I'm very new to pyspark and I'm attempting to transition my pandas code to pyspark. One thing I'm having issues with is aggregating my groupby.
Here is the pandas code:
df_trx_m = train1.groupby('CUSTOMER_NUMBER')['trx'].agg(['mean', 'var'])

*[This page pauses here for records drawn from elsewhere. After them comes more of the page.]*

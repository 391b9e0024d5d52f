/**
 * Cells seen through a mask, on hand-drawn rasters whose expected values are counted by hand (derived):
 * - segmented cells: kept when more than half of their pixels are in the mask, cut to it, edge cells at the
 *   mask's or the field's border, side numbers counting every neighbour in the cut segmentation;
 * - Voronoi cells: their pixels are those whose centres they hold, counted in the field, the mask and its
 *   interior.
 */
import { describe, expect, it } from 'vitest';
import { maskGeometry } from '../../../src/core/mask/geometry';
import { maskLabels } from '../../../src/core/mask/observe';
import { maskedCells } from '../../../src/core/mask/cells';
import type { CellTessellation } from '../../../src/core/tessellate';

describe('segmented cells in a mask', () => {
  // A 16 x 16 field of bricks in four rows of 4 px (so that no four cells meet at a point):
  //   row A (y 0..3):   1: x 0..3,  2: x 4..7,  3: x 8..11, 4: x 12..15
  //   row B (y 4..7):   5: x 0..5,  6: x 6..9,  7: x 10..15
  //   row C (y 8..11):  8: x 0..3,  9: x 4..7, 10: x 8..11, 11: x 12..15
  //   row D (y 12..15): 12: x 0..5, 13: x 6..9, 14: x 10..15
  // The mask: x < 14. Cells 4 and 11 have exactly half of their pixels in it and are left out; 7 and 14 have
  // 16 of their 24 and are kept, cut to them.
  const W = 16;
  const rows = [[4, 8, 12, 16], [6, 10, 16], [4, 8, 12, 16], [6, 10, 16]];
  const labels = new Int32Array(W * W);
  let first = 1;
  rows.forEach((ends, r) => {
    for (let y = 4 * r; y < 4 * r + 4; y++) for (let x = 0; x < W; x++) labels[y * W + x] = first + ends.findIndex((e) => x < e);
    first += ends.length;
  });
  const mask = new Uint8Array(W * W);
  for (let y = 0; y < W; y++) for (let x = 0; x < 14; x++) mask[y * W + x] = 1;
  const r = maskLabels({ width: W, height: W, labels, count: 14 }, undefined, { x0: 0, y0: 0, x1: W, y1: W }, mask, W);

  it('keeps the cells with most of their pixels in the mask, in their order, and cuts them to it', () => {
    // Kept: 1, 2, 3, 5, 6, 7, 8, 9, 10, 12, 13, 14 -> 1..12.
    expect(r.labels.count).toBe(12);
    expect(r.dropped).toBe(2);
    expect(Array.from(r.sums.n)).toEqual([16, 16, 16, 24, 16, 16, 16, 16, 16, 24, 16, 16]);
    expect(r.labels.labels[0 * W + 13]).toBe(0); // cell 4's pixel in the mask: left out
    expect(r.labels.labels[5 * W + 7]).toBe(5); // cell 6
    expect(r.labels.labels[5 * W + 13]).toBe(6); // cell 7, in the mask
    expect(r.labels.labels[5 * W + 14]).toBe(0); // cell 7, cut away
  });

  it('edge cells touch the mask\'s or the field\'s border; cells 6, 9 and 10 are interior', () => {
    expect(Array.from(r.sums.edge)).toEqual([1, 1, 1, 1, 0, 1, 1, 0, 0, 1, 1, 1]);
  });

  it('side numbers count every neighbour, left-out cells included; neighbour lists keep the kept ones', () => {
    // Cell 6: 2, 3, 5, 7, 9, 10. Cell 7: 3, 4, 6, 10, 11. Cell 9: 5, 6, 8, 10, 12, 13. Cell 10: 6, 7, 9, 11, 13, 14.
    expect(r.sides[4]).toBe(6);
    expect(r.sides[5]).toBe(5);
    expect(r.sides[7]).toBe(6);
    expect(r.sides[8]).toBe(6);
    const of = (c: number) => Array.from(r.sums.neighbourIndex.subarray(r.sums.neighbourOffsets[c]!, r.sums.neighbourOffsets[c + 1]!)).sort((a, b) => a - b);
    // Cell 10 (index 8): cells 6, 7, 9, 13, 14 -> indices 4, 5, 7, 10, 11 (cell 11 is left out).
    expect(of(8)).toEqual([4, 5, 7, 10, 11]);
    // Cell 7 (index 5): cells 3, 6, 10 -> 2, 4, 8.
    expect(of(5)).toEqual([2, 4, 8]);
  });
});

describe('Voronoi cells in a mask', () => {
  // Two square cells side by side in a 40 x 20 field: [2.2, 12.7] x [3.1, 13.9] and [12.7, 30.4] x [3.1, 13.9].
  // Pixels whose centres x + 0.5, y + 0.5 they hold: columns 2..12 and 13..29, rows 3..13 (11 rows).
  // The mask: x < 8 (all rows).
  const polys = [[2.2, 3.1, 12.7, 3.1, 12.7, 13.9, 2.2, 13.9], [12.7, 3.1, 30.4, 3.1, 30.4, 13.9, 12.7, 13.9]];
  const area = polys.map((p) => (p[2]! - p[0]!) * (p[5]! - p[1]!));
  const t: CellTessellation = {
    points: new Float64Array([7, 8, 20, 8]), field: { x0: 0, y0: 0, x1: 40, y1: 20 }, area: Float64Array.from(area), perimeter: new Float64Array(2),
    sides: new Int32Array([4, 4]), centroid: new Float64Array([7.45, 8.5, 21.55, 8.5]), edge: new Uint8Array(2),
    bbox: new Float64Array([2.2, 3.1, 12.7, 13.9, 12.7, 3.1, 30.4, 13.9]), neighbourOffsets: new Int32Array([0, 1, 2]), neighbourIndex: new Int32Array([1, 0]),
  };
  const mask = new Uint8Array(40 * 20);
  for (let y = 0; y < 20; y++) for (let x = 0; x < 8; x++) mask[y * 40 + x] = 1;
  const g = maskGeometry(mask, 40, 20, t.field);
  const polygonOf = (i: number, out: number[]) => {
    out.length = 0;
    out.push(...polys[i]!);
  };

  it("'majority': the first cell (66 of 121 pixels in the mask) is kept, the second (none) is not", () => {
    const c = maskedCells(t, polygonOf, g, 'majority');
    expect(Array.from(c.kept)).toEqual([0]);
    expect(c.edge[0]).toBe(1);
    // Its pixels in the mask: columns 2..7, rows 3..13 -> 66; the mean of their centres (5, 8.5).
    expect(c.area[0]).toBe(66);
    expect(c.seen[0]).toBe(121);
    expect(c.centroid[0]).toBeCloseTo(5, 12);
    expect(c.centroid[1]).toBeCloseTo(8.5, 12);
    expect(c.neighbourOffsets[1]).toBe(0);
  });

  it("'all': both cells kept; the one outside the mask is an edge cell with no pixel in it", () => {
    const c = maskedCells(t, polygonOf, g, 'all');
    expect(Array.from(c.kept)).toEqual([0, 1]);
    expect(Array.from(c.edge)).toEqual([1, 1]);
    expect(c.area[1]).toBe(0);
    expect(Array.from(c.neighbourIndex)).toEqual([1, 0]);
  });

  it('a cell inside the mask\'s interior keeps its polygon\'s area and centroid', () => {
    const all = new Uint8Array(40 * 20).fill(1);
    const c = maskedCells(t, polygonOf, maskGeometry(all, 40, 20, t.field), 'majority');
    expect(Array.from(c.edge)).toEqual([0, 0]);
    expect(c.area[0]).toBe(area[0]);
    expect(c.centroid[0]).toBe(7.45);
  });
});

I saw this example on AnalyticsVidhya but I'm not sure how to apply that to the code above:
train.groupby('Age').agg({'Purchase': 'mean'}).show()
Output:
+-----+-----------------+
| Age| avg(Purchase)|
+-----+-----------------+
|51-55|9534.808030960236|
|46-50|9208.625697468327|
| 0-17|8933.464640444974|
|36-45|9331.350694917874|
|26-35|9252.690632869888|
| 55+|9336.280459449405|
|18-25|9169.663606261289|
+-----+-----------------+
Any help would be much apprecaited
EDIT:
Here's another attempt:
from pyspark.sql.functions import avg, variance
train1.groupby("CUSTOMER_NUMBER")\
.agg(
avg('repatha_trx').alias("repatha_trx_avg"),
variance('repatha_trx').alias("repatha_trx_Var")
)\
.show(100)
But that is just giving me an empty dataframe.